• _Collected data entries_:
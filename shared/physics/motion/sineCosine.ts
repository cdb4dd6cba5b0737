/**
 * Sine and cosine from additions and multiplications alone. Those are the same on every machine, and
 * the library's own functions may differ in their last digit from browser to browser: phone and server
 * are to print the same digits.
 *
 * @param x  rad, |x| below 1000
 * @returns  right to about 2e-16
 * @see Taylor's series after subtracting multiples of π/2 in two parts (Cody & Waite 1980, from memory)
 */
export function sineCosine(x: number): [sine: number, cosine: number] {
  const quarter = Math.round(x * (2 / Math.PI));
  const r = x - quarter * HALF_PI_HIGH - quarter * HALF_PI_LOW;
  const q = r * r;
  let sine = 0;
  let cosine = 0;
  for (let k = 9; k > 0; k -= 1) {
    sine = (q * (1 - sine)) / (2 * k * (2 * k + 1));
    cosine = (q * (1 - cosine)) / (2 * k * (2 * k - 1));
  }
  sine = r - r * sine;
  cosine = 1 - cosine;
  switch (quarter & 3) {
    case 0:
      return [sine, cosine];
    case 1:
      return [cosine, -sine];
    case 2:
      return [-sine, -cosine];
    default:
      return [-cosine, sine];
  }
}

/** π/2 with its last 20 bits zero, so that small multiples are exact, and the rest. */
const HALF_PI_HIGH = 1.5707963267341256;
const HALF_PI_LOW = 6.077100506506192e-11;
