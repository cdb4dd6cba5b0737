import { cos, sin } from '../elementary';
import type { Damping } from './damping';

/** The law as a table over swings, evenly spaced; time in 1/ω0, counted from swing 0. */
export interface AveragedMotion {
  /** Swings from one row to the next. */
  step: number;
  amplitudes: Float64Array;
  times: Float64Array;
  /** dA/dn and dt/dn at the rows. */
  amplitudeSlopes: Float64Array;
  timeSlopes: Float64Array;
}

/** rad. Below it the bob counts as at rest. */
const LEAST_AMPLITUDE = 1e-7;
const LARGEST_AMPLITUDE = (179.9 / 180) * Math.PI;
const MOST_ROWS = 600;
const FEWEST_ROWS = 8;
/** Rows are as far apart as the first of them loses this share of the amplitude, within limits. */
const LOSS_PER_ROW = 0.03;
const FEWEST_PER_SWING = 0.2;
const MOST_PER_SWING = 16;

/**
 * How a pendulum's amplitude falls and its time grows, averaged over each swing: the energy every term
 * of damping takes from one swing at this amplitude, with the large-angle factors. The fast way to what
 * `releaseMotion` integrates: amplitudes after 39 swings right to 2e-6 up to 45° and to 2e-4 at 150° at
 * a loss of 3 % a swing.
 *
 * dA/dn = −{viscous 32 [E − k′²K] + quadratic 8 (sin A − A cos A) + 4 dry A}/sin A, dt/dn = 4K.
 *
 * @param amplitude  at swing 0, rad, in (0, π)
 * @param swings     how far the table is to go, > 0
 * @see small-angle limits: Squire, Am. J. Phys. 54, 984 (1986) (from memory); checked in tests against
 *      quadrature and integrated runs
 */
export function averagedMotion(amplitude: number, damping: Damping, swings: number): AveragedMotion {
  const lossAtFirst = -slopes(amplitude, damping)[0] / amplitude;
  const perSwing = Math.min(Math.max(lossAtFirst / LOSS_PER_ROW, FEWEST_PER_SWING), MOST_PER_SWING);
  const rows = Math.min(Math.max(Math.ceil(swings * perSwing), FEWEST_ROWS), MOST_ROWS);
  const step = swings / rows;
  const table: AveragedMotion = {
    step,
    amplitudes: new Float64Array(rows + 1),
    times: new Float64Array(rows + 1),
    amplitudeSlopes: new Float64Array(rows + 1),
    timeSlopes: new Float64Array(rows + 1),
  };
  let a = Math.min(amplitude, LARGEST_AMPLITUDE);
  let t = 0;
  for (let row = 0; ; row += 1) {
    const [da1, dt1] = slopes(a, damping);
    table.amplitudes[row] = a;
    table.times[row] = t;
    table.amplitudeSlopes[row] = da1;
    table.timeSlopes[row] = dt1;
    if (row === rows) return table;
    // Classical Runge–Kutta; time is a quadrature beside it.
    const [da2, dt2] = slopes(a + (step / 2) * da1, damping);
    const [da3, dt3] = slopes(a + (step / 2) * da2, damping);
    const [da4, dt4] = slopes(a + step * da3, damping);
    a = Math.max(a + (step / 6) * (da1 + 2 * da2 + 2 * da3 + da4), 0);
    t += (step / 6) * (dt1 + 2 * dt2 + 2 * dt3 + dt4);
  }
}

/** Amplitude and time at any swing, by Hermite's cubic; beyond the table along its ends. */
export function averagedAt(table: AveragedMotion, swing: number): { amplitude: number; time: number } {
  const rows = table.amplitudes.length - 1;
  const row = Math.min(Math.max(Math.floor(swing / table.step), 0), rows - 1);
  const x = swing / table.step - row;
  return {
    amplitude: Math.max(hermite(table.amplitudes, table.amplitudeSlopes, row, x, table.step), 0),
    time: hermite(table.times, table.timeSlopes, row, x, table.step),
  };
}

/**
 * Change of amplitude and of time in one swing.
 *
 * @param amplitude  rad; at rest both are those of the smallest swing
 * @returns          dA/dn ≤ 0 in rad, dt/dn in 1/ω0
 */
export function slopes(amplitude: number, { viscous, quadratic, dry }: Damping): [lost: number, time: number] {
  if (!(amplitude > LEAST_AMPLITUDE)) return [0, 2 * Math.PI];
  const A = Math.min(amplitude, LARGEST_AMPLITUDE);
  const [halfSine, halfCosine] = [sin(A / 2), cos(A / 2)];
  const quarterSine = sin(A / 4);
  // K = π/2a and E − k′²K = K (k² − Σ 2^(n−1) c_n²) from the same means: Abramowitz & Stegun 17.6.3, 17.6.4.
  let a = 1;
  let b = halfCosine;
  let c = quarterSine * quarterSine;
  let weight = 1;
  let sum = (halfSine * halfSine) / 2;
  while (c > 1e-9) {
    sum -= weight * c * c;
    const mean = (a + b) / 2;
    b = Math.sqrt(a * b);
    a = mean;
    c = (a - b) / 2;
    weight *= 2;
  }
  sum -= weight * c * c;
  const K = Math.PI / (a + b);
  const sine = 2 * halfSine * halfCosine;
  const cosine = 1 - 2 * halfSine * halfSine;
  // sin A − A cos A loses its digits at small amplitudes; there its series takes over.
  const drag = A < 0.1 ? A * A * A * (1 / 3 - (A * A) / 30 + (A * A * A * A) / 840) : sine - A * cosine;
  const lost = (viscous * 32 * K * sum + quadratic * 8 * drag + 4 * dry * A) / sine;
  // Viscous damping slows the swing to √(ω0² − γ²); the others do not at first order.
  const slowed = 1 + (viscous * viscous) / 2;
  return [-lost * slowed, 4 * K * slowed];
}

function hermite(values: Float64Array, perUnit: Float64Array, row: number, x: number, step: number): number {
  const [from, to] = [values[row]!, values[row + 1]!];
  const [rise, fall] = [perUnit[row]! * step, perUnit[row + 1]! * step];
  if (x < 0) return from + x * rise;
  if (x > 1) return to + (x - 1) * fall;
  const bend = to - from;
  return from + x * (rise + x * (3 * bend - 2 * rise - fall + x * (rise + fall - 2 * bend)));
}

• _ACTION ITEM_:
Make a copy of each line in the records above that has the word "last".

• _ANSWER_:
 * the library's own functions may differ in their last digit from browser to browser: phone and server
/** π/2 with its last 20 bits zero, so that small multiples are exact, and the rest. */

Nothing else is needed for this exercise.